TASK OBJECTIVE: Somewhere below are a line with "scale (deg). */" and a later line with "negativeSigmas?: number;". Output exactly those lines and all lines between them.

DATA SUPPLIED:
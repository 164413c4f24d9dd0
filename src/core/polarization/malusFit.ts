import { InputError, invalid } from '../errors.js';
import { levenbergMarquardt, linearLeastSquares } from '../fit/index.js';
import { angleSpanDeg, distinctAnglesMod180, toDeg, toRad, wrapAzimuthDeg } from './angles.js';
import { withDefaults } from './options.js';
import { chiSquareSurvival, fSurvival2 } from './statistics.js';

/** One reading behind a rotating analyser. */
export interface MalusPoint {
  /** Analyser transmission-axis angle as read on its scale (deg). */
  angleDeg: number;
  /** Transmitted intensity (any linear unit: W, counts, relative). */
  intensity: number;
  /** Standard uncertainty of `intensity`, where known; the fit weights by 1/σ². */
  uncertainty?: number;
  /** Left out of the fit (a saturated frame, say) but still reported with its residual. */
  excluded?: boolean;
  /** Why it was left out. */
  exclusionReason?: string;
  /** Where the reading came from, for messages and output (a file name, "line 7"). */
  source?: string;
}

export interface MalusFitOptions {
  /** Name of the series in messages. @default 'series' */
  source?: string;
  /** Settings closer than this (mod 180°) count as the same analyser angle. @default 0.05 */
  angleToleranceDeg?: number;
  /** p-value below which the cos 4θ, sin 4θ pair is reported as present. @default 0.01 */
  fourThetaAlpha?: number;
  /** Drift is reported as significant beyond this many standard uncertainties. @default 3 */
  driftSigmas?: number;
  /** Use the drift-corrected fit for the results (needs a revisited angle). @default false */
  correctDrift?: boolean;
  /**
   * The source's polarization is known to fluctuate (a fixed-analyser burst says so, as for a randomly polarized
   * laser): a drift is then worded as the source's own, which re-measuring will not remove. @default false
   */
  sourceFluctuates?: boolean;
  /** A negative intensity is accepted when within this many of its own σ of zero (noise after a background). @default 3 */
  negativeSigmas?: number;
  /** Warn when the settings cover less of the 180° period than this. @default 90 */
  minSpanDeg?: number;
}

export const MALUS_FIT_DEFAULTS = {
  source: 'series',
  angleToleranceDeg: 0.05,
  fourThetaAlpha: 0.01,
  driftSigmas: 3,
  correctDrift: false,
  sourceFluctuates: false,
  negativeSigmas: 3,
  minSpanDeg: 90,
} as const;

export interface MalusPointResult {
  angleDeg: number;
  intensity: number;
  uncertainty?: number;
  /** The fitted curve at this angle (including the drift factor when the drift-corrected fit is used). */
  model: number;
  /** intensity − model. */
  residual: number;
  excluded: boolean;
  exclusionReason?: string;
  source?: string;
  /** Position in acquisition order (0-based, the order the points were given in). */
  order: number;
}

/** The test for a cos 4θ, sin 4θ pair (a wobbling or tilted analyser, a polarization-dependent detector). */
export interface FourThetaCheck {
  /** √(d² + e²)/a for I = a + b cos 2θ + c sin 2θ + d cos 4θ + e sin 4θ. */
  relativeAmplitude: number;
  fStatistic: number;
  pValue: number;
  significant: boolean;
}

--

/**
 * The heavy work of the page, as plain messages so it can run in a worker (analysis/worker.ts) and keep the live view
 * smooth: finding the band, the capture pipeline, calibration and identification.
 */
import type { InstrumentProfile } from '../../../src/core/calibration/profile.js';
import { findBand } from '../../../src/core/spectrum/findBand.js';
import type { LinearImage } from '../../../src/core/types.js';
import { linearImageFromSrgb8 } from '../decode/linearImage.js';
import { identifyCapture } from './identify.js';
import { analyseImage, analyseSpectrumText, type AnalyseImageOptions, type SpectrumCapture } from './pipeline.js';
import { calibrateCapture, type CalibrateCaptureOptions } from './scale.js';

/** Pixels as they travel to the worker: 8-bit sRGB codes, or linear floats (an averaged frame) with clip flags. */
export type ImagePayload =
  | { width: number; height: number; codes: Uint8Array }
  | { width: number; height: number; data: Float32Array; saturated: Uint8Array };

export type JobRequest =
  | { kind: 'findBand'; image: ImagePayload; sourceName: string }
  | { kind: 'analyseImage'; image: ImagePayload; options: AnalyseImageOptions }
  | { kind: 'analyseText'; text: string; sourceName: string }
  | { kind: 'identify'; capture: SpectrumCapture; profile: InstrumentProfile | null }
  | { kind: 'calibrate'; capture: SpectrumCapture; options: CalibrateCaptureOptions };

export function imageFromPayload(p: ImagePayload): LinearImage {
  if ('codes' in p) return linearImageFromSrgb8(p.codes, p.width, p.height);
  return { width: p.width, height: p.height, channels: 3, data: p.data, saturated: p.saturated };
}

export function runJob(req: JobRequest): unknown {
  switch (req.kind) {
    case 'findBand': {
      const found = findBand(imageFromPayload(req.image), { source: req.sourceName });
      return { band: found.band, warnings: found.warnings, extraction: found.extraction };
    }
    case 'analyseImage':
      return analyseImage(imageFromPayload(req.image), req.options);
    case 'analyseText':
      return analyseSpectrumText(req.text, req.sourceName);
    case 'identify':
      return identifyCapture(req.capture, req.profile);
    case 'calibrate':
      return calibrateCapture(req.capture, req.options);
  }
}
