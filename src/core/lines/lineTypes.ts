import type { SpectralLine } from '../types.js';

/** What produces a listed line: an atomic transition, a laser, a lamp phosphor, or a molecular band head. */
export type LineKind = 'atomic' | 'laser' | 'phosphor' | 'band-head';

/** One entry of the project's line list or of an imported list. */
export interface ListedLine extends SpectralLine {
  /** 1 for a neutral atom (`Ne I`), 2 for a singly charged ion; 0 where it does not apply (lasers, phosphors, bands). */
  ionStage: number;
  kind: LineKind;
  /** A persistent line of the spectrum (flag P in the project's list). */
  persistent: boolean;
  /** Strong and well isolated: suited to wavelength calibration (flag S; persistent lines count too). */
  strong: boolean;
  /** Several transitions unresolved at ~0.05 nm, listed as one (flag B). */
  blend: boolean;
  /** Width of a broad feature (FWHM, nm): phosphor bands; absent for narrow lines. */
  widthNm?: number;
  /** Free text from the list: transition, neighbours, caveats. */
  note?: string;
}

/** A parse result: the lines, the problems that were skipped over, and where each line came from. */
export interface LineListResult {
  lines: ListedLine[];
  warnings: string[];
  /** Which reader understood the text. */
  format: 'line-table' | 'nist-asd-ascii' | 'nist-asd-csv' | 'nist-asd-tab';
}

--

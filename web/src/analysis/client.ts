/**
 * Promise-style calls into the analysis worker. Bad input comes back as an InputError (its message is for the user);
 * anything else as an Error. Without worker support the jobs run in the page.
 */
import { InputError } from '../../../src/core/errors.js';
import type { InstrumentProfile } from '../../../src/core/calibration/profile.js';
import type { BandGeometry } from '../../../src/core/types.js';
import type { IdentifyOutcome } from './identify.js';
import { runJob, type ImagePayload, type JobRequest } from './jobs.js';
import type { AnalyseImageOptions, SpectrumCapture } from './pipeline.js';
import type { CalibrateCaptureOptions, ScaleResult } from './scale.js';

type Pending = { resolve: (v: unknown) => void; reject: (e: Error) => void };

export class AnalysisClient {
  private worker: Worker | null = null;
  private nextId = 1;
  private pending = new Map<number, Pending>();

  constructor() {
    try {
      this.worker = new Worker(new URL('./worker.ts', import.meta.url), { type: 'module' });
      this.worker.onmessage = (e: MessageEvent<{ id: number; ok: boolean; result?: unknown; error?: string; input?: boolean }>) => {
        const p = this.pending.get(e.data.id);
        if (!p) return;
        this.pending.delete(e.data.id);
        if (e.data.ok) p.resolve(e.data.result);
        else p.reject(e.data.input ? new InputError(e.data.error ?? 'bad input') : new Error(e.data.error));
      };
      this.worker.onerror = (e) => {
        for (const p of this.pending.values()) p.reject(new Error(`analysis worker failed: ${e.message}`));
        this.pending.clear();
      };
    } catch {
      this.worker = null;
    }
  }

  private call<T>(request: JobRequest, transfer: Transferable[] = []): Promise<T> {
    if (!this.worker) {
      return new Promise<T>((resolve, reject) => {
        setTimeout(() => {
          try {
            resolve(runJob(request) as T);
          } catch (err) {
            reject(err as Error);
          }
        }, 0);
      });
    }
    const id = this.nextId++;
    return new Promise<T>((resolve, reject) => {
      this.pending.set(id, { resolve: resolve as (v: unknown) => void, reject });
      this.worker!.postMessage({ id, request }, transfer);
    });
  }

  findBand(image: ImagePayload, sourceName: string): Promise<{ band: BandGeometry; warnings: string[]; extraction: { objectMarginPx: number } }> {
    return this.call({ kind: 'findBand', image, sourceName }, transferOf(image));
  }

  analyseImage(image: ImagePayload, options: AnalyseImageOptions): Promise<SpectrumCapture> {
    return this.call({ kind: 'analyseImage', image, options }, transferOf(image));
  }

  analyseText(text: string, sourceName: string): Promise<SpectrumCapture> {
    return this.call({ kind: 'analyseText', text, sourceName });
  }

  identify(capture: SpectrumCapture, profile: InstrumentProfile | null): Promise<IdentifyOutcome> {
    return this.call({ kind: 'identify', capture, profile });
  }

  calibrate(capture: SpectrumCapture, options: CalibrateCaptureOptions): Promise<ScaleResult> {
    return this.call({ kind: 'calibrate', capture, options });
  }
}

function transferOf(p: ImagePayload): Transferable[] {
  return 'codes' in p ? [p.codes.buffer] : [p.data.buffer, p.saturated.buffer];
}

PROBLEM SOLUTION:
  /** Analyser transmission-axis angle as read on its scale (deg). */
  angleDeg: number;
  /** Transmitted intensity (any linear unit: W, counts, relative). */
  intensity: number;
  /** Standard uncertainty of `intensity`, where known; the fit weights by 1/σ². */
  uncertainty?: number;
  /** Left out of the fit (a saturated frame, say) but still reported with its residual. */
  excluded?: boolean;
  /** Why it was left out. */
  exclusionReason?: string;
  /** Where the reading came from, for messages and output (a file name, "line 7"). */
  source?: string;
}

export interface MalusFitOptions {
  /** Name of the series in messages. @default 'series' */
  source?: string;
  /** Settings closer than this (mod 180°) count as the same analyser angle. @default 0.05 */
  angleToleranceDeg?: number;
  /** p-value below which the cos 4θ, sin 4θ pair is reported as present. @default 0.01 */
  fourThetaAlpha?: number;
  /** Drift is reported as significant beyond this many standard uncertainties. @default 3 */
  driftSigmas?: number;
  /** Use the drift-corrected fit for the results (needs a revisited angle). @default false */
  correctDrift?: boolean;
  /**
   * The source's polarization is known to fluctuate (a fixed-analyser burst says so, as for a randomly polarized
   * laser): a drift is then worded as the source's own, which re-measuring will not remove. @default false
   */
  sourceFluctuates?: boolean;
  /** A negative intensity is accepted when within this many of its own σ of zero (noise after a background). @default 3 */
  negativeSigmas?: number;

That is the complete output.